Archived Story

Youngster’s visit a scary time

Published 11:02am Thursday, October 21, 2010

My great-granddaughter, Makayla, her mother, DeeDee, and an uncle, Quinton, (the latter pair are grandchildren who used to live with me) visited me the other night at Pickett Place.

Only now is my blood pressure lowering, the nervous tick disappearing from my face, life returning to normal. Makayla, 2, is a terrorist. She belongs on a watch list by someone who can see.

Not only is she cute, but also she is out of control, which means she’s doubly dangerous.

Not that her mother and uncle don’t try to keep her in line, when visiting me. They know how grumpy grandpa can be, whenever someone disturbs his precious stuff.

And when I’ve had enough and dare to try to punish her, she doesn’t cry. She screams a high-pitched wail that is known to alter the path of the geese flying overhead.

While the two grandchildren and I try to engage in conversation (they are young adults), Makayla goes about her merry way, ransacking the old guy’s apartment.

After the latest visit — one I welcome despite the pint-sized Osama — I discovered the next day a magnifying glass was broken, another flashlight missing, the wheels were off a model car and a trail of Altoids breath mints led to Makayla’s favorite hiding place in my closet, where I discovered a half-eaten apple.

Makayla is part-Chuckie — a mischievous leprechaun, whose sole purpose is to get into trouble, say “I’m sorry” and get into more trouble.

Sometimes I think there is more than one of her.
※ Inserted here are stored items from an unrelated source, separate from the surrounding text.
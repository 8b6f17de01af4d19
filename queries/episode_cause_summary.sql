-- episode_cause_summary: one row per episode summing up episode_causes, with the kidney
-- context a reviewer reads beside it.
--
-- DEFINITION
--   n_causes            causes found (0 when only 'none_identified');
--   causes              the causes found, sorted, separated by ', ' ('' when none);
--   drug_classes        the drug-class causes only, sorted, separated by ', ';
--   none_identified     true when no cause was found;
--   baseline_egfr       median eGFR of the year up to onset (as in episode_causes), NULL
--                       without a creatinine result in that year; baseline_gfr_category its
--                       KDIGO category, 'unknown' when NULL;
--   aki_stage           the highest KDIGO stage of an AKI result in the AKI window, NULL when
--                       none.
--
-- PARAMETERS: $aki_before_hours, $aki_after_hours; the views of episode_causes.sql (which runs
-- first).

SELECT
    o.episode_id,
    o.patient_id,
    o.onset_at,
    CAST(COUNT(f.cause) AS BIGINT) AS n_causes,
    coalesce(string_agg(f.cause, ', ' ORDER BY f.cause), '') AS causes,
    coalesce(string_agg(f.cause, ', ' ORDER BY f.cause) FILTER (WHERE f.cause_group = 'drug'), '')
        AS drug_classes,
    COUNT(f.cause) = 0 AS none_identified,
    MAX(b.baseline_egfr) AS baseline_egfr,
    coalesce(kdigo_gfr_category(MAX(b.baseline_egfr)), 'unknown') AS baseline_gfr_category,
    MAX(a.aki_stage) AS aki_stage
FROM episode_onsets o
LEFT JOIN episode_found_causes f ON f.episode_id = o.episode_id
LEFT JOIN episode_baseline_egfr b ON b.episode_id = o.episode_id
LEFT JOIN (
    SELECT o2.episode_id, MAX(k.aki_stage) AS aki_stage
    FROM episode_onsets o2
    JOIN kidney_function k ON k.patient_id = o2.patient_id
    WHERE k.aki
      AND CAST(k.collected_at AS BIGINT) >= o2.onset_us - $aki_before_hours_us
      AND CAST(k.collected_at AS BIGINT) <= o2.onset_us + $aki_after_hours_us
    GROUP BY o2.episode_id
) a ON a.episode_id = o.episode_id
GROUP BY o.episode_id, o.patient_id, o.onset_at
ORDER BY o.patient_id, o.onset_at, o.episode_id;
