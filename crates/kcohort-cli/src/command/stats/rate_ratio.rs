//! `kcohort stats rate-ratio`: each group's rate against a reference group's, as a rate ratio
//! (Wald on the log scale and exact conditional) and a rate difference (Wald).

use super::InputArgs;
use super::rate::{grouped_counts, rate_table, rates};
use super::report::{Outcome, Report, TextTable, amount, ci_label, interval, num, to_json};
use anyhow::{Context, bail};
use clap::Args;
use kcohort_stats::rate_ratio::{PersonTimeCounts, RateRatioMethod, rate_difference, rate_ratio};
use serde_json::json;

#[derive(Debug, Args)]
pub struct RateRatioArgs {
    /// Column naming each row's group (exposure category, ward, period).
    #[arg(long, value_name = "COL")]
    pub group: String,
    /// Column with the number of events in each row (summed per group).
    #[arg(long, value_name = "COL")]
    pub events: String,
    /// Column with the person-time at risk in each row (summed per group), in any one unit.
    #[arg(long, value_name = "COL")]
    pub person_time: String,
    /// The group the others are compared with. Default: the first group, in numeric order when
    /// every group name is a number, otherwise in text order.
    #[arg(long, value_name = "VALUE")]
    pub reference: Option<String>,
    /// Report rates and rate differences per this many units of person-time.
    #[arg(long, default_value_t = 1000.0, value_name = "UNITS")]
    pub per: f64,
    #[command(flatten)]
    pub input: InputArgs,
}

pub fn run(args: &RateRatioArgs) -> anyhow::Result<Report> {
    let level = args.input.level()?;
    let table = args
        .input
        .read(&[&args.group, &args.events, &args.person_time])?;
    let counts = grouped_counts(&table, &args.events, &args.person_time, Some(&args.group))?;
    let levels = &counts.grouping.levels;
    let reference = match &args.reference {
        Some(value) => match levels.iter().position(|l| l == value) {
            Some(i) => i,
            None => bail!(
                "--reference {value}: column `{}` has no group `{value}`\nhint: the groups found are {}",
                args.group,
                levels
                    .iter()
                    .map(|l| format!("`{l}`"))
                    .collect::<Vec<_>>()
                    .join(", ")
            ),
        },
        None => 0,
    };
    if levels.len() < 2 {
        bail!(
            "column `{}` has only one group (`{}`); a rate ratio compares at least two",
            args.group,
            levels[0]
        );
    }
    let rates = rates(&counts, args.per, level, true)?;
    let reference_name = &levels[reference];
    let ci = ci_label(level.value());
    let mut comparisons = Vec::new();
    let mut notes: Vec<String> = Vec::new();
    let mut text_table = TextTable::new(&[
        "group vs reference",
        "rate ratio",
        &format!("{ci} (Wald, log)"),
        &format!("{ci} (exact conditional)"),
        &format!("rate difference per {}", amount(args.per)),
        &ci,
    ]);
    for (i, name) in levels.iter().enumerate() {
        if i == reference {
            continue;
        }
        let estimates = PersonTimeCounts::new(
            counts.events[i],
            counts.person_time[i],
            counts.events[reference],
            counts.person_time[reference],
        )
        .and_then(|pair| {
            Ok((
                Outcome::from_result(rate_ratio(&pair, RateRatioMethod::WaldLog, level))?,
                Outcome::from_result(rate_ratio(&pair, RateRatioMethod::ExactConditional, level))?,
                Outcome::from_result(rate_difference(&pair, args.per, level))?,
            ))
        })
        .with_context(|| format!("group `{name}` vs reference `{reference_name}`"))?;
        let (wald, exact, difference) = estimates;
        // The Wald estimate needs events in both groups; the exact one is also defined with one zero.
        let estimate = wald.estimated().or(exact.estimated()).map(|r| r.estimate);
        let missing = || "not estimable".to_string();
        text_table.row(vec![
            format!("{name} vs {reference_name}"),
            estimate.map_or_else(missing, num),
            wald.estimated()
                .map_or_else(missing, |r| interval(&r.interval)),
            exact
                .estimated()
                .map_or_else(missing, |r| interval(&r.interval)),
            difference
                .estimated()
                .map_or_else(missing, |r| num(r.estimate)),
            difference
                .estimated()
                .map_or_else(missing, |r| interval(&r.interval)),
        ]);
        for reason in [wald.reason(), exact.reason(), difference.reason()]
            .into_iter()
            .flatten()
        {
            let note = format!("{name} vs {reference_name}: {reason}");
            if !notes.contains(&note) {
                notes.push(note);
            }
        }
        comparisons.push(json!({
            "group": name,
            "reference": reference_name,
            "rate_ratio_wald_log": to_json(&wald),
            "rate_ratio_exact_conditional": to_json(&exact),
            "rate_difference": to_json(&difference),
        }));
    }
    let mut text = format!(
        "Rate ratio and rate difference vs reference group `{reference_name}`; person-time in the unit of `{}`\n\n",
        args.person_time
    );
    text.push_str(&rate_table(levels, &rates, args.per, level.value()));
    text.push('\n');
    text.push_str(&text_table.render());
    if !notes.is_empty() {
        text.push('\n');
        for note in notes {
            text.push_str(&note);
            text.push('\n');
        }
    }
    let results = json!({
        "reference": reference_name,
        "rates": levels.iter().zip(&rates).map(|(name, rate)| json!({
            "group": name,
            "rate": to_json(rate),
        })).collect::<Vec<_>>(),
        "comparisons": comparisons,
    });
    let settings = json!({
        "columns": {
            "group": args.group,
            "events": args.events,
            "person_time": args.person_time,
        },
        "reference": reference_name,
        "per": args.per,
        "level": level.value(),
    });
    Ok(Report::new("rate-ratio", &table, settings, results, text))
}
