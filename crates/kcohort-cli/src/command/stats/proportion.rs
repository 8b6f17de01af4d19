//! `kcohort stats proportion`: x/n with a Wilson score or Clopper–Pearson exact interval.

use super::InputArgs;
use super::grouping::Grouping;
use super::report::{Report, TextTable, ci_label, interval, num, to_json};
use anyhow::Context;
use clap::{ArgGroup, Args, ValueEnum};
use kcohort_stats::proportion::{ProportionMethod, proportion};
use serde_json::json;

#[derive(Debug, Args)]
#[command(group(ArgGroup::new("counts").required(true).args(["cases", "outcome"])))]
pub struct ProportionArgs {
    /// Column with the number of cases in each row (rows are counts, summed per group); use with --total.
    #[arg(long, value_name = "COL", requires = "total")]
    pub cases: Option<String>,
    /// Column with the number of people in each row (the denominator); use with --cases.
    #[arg(long, value_name = "COL", requires = "cases")]
    pub total: Option<String>,
    /// Column with one 0/1 (or false/true) per subject instead: the proportion is the share of 1s.
    #[arg(long, value_name = "COL", conflicts_with_all = ["cases", "total"])]
    pub outcome: Option<String>,
    /// Column whose values split the rows into groups, one proportion each.
    #[arg(long, value_name = "COL")]
    pub group: Option<String>,
    /// Interval: Wilson score, or Clopper–Pearson exact.
    #[arg(long, value_enum, default_value_t = Method::Wilson)]
    pub method: Method,
    #[command(flatten)]
    pub input: InputArgs,
}

#[derive(Debug, Clone, Copy, PartialEq, Eq, ValueEnum)]
pub enum Method {
    /// Wilson score interval.
    Wilson,
    /// Clopper–Pearson exact interval.
    Exact,
}

pub fn run(args: &ProportionArgs) -> anyhow::Result<Report> {
    let level = args.input.level()?;
    let mut columns: Vec<&str> = match (&args.cases, &args.total, &args.outcome) {
        (Some(cases), Some(total), _) => vec![cases, total],
        (_, _, Some(outcome)) => vec![outcome],
        _ => unreachable!("clap requires --cases with --total, or --outcome"),
    };
    columns.extend(args.group.as_deref());
    let table = args.input.read(&columns)?;
    let grouping = match &args.group {
        Some(group) => Grouping::new(&table.labels(group)?),
        None => Grouping::single(table.len()),
    };
    let (cases, totals) = match (&args.cases, &args.total, &args.outcome) {
        (Some(cases), Some(total), _) => {
            let x = table.counts(cases)?;
            let n = table.counts(total)?;
            (grouping.sum(&x), grouping.sum(&n))
        }
        (_, _, Some(outcome)) => {
            let flags: Vec<u64> = table.flags(outcome)?.into_iter().map(u64::from).collect();
            (grouping.sum(&flags), grouping.sum(&vec![1u64; flags.len()]))
        }
        _ => unreachable!("clap requires --cases with --total, or --outcome"),
    };
    let method = match args.method {
        Method::Wilson => ProportionMethod::Wilson,
        Method::Exact => ProportionMethod::ClopperPearson,
    };
    let mut results = Vec::new();
    let mut text_table = TextTable::new(&[
        "group",
        "cases",
        "total",
        "proportion",
        &ci_label(level.value()),
    ]);
    for (i, name) in grouping.levels.iter().enumerate() {
        let p =
            proportion(cases[i], totals[i], method, level).with_context(|| match &args.group {
                Some(_) => format!("proportion of group `{name}`"),
                None => "proportion".to_string(),
            })?;
        text_table.row(vec![
            if args.group.is_some() {
                name.clone()
            } else {
                "all".to_string()
            },
            cases[i].to_string(),
            totals[i].to_string(),
            num(p.estimate),
            interval(&p.interval),
        ]);
        results.push(json!({
            "group": args.group.as_ref().map(|_| name),
            "proportion": to_json(&p),
        }));
    }
    let method_words = match method {
        ProportionMethod::Wilson => "Wilson score interval",
        ProportionMethod::ClopperPearson => "Clopper–Pearson exact interval",
    };
    let text = format!("Proportion with {method_words}\n\n{}", text_table.render());
    let settings = json!({
        "columns": {
            "cases": args.cases,
            "total": args.total,
            "outcome": args.outcome,
            "group": args.group,
        },
        "method": to_json(&method),
        "level": level.value(),
    });
    Ok(Report::new(
        "proportion",
        &table,
        settings,
        json!(results),
        text,
    ))
}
Halloween is coming and she could be possessed.

I may be young at heart, but I’m older in other places. My tiny tormentor, Makayla, on the other hand, has her life in front of her.

I’m a vulnerable adult. I broke down in tears the other day trying to fold a fitted sheet. Then, I discovered a sprinkled donut on the floor beneath the kitchen table with the donut still there, but the sprinkles missing. Another Makayla act.

It was another reminder that I must take charge of the small things — even great-granddaughters — in life. Be proactive; not reactive. And demand her mother give me fair warning when she is bringing Makayla to visit me so I can move all of my stuff to a storage locker.

Minor irritants can accumulate to major annoyances.

For years, I thought I was wearing somebody else’s pants.

Look at your zipper, fellas. See the initials YKK? It stands for Yoshida Kogyo Kabushibibaisha; it’s the world’s largest zipper manufacturer.

I had thought somebody switched jeans with me in the laundromat.

This is embarrassing, I know, but I just took a leaflet out of my mailbox informing me that I can have sex at 85. Spent all last night looking for that apartment number, but couldn’t find it. Then I got the joke.

I’ve got to ignore such distractions and learn to focus. Makayla is rattling me. She’s pushing my buttons, getting under my skin and … and … she’s behind me. Isn’t she? Looking over my shoulder. Thank God she can’t read yet. I’m doomed. My great-granddaughter has has stolen my heart and … and … WHERE’S MY WALLET?

Attention: Seats have finally been installed on the swings at Todd Park just in time for the winter swinging season.

Visit Todd Park today with the kids and go for a swing.

Austin Park and Rec: “We get it right eventually,” is our motto.